Start addressing him in Ulster Scots for the wind up potential. (Is it a real language? For this purpose- who cares? Wink).

Honeybee85 · 15/11/2019 10:49

I think he’s just trying to be nice.
When the locals hear from which country I am and they know a few words in my language and speak them to me, I always smile. Always saw it as them trying to make an effort, never even occurred to me to see it as a negative thing.

hazell42 · 15/11/2019 10:49

@Etinox

Why would you tentatively guess their origin?
Why not should say, 'Country of Birth?'
Then they can tell you.

Sometimes people try too hard. I remember being in Venice with a friend. We were there 4 days, in one of the most densely tourist--populated cities in the world. My friend had spent weeks learning Italian because, she said, when you 'travel' you should make an effort to learn the native language. We were buying cherries in a market, and she was painfully trying to explain what she wanted. Eventually the stallholder got impatient and said, in perfect English, 'Its alright, love, just tell me what you want. Its ok.'
We were holding up the queue just so my friend could show how much she respected 'the indigenous population'
If she had been living there for 10 years it would be different

MikeUniformMike · 15/11/2019 10:49

Nice to know you think I am wrong and ignorant Crunchymum.
I am usually right with my guess and am responded to warmly.
If I were in any doubt, I wouldn't do it.

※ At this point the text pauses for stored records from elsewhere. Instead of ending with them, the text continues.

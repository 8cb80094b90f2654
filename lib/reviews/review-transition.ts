// The review workflow of a capture as a small explicit state machine. Pure: no database, no framework.

export const reviewStates = ["draft", "in_review", "approved", "sent_back"] as const;
export type ReviewState = (typeof reviewStates)[number];

/** What moves a capture's review: a person's decision, or a new result (analysis or evaluation) being stored. */
export type ReviewEvent = "submitted" | "approved" | "sent_back" | "comment" | "new_result";

// Each state's allowed events and where they lead. A comment never moves the state.
// A new result leaves draft/in review/sent back where they are; after approval it starts a new review,
// because the approval covers the approved evaluation only.
const table: Record<ReviewState, Partial<Record<ReviewEvent, ReviewState>>> = {
  draft: { submitted: "in_review", comment: "draft", new_result: "draft" },
  in_review: { approved: "approved", sent_back: "sent_back", comment: "in_review", new_result: "in_review" },
  sent_back: { submitted: "in_review", comment: "sent_back", new_result: "sent_back" },
  approved: { new_result: "in_review", comment: "approved" },
};

export type ReviewTransition = { ok: true; next: ReviewState } | { ok: false; allowed: ReviewEvent[] };

/**
 * The state a capture's review moves to on `event`, or the events allowed from `state` when
 * `event` is not one of them (the caller answers 409 naming them). O(1).
 *
 * @example reviewTransition("draft", "approved") // { ok: false, allowed: ["submitted", "comment", "new_result"] }
 * @example reviewTransition("in_review", "approved") // { ok: true, next: "approved" }
 */
export function reviewTransition(state: ReviewState, event: ReviewEvent): ReviewTransition {
  const next = table[state][event];
  if (next) return { ok: true, next };
  return { ok: false, allowed: Object.keys(table[state]) as ReviewEvent[] };
}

AnotherNightWatering · 15/11/2019 10:56

This reminds me of when I was in Switzerland as a child in the 1970s. We were in a restaurant, and my mum pointed out how typically Swiss the waitress was. When she came over, my mum (who was fluent in German) was talking to her. After a couple of minutes. it came out in conversation that she was from a village a mile away from us in England!

I think it's often impossible to tell where someone comes from. Grin

Nindaelita · 15/11/2019 10:57

I would say it can come across a bit impolite, In this day and age and all the mixing of races and cultures we cant assume ones birthplace or ethnicity.
If someone is really interested in greeting in a certain language ,the best thing to do is to ASK, and not assume.

I am Portuguese but I live in the UK. People assume Im American cause I speak with an american accent. When I tell them im portuguese they try to speak Spanish, or they ask hows the weather in Brazil.

It irritates me that people assume Portuguese is like Spanish which it isn't at all.... at all. People thinking only Brazilians speak portuguese (Portugal colonized it so duh) And people that say I speak like a yanke so I must be one.

Moral: Do not assume, just ask if your curiosity cant hold it.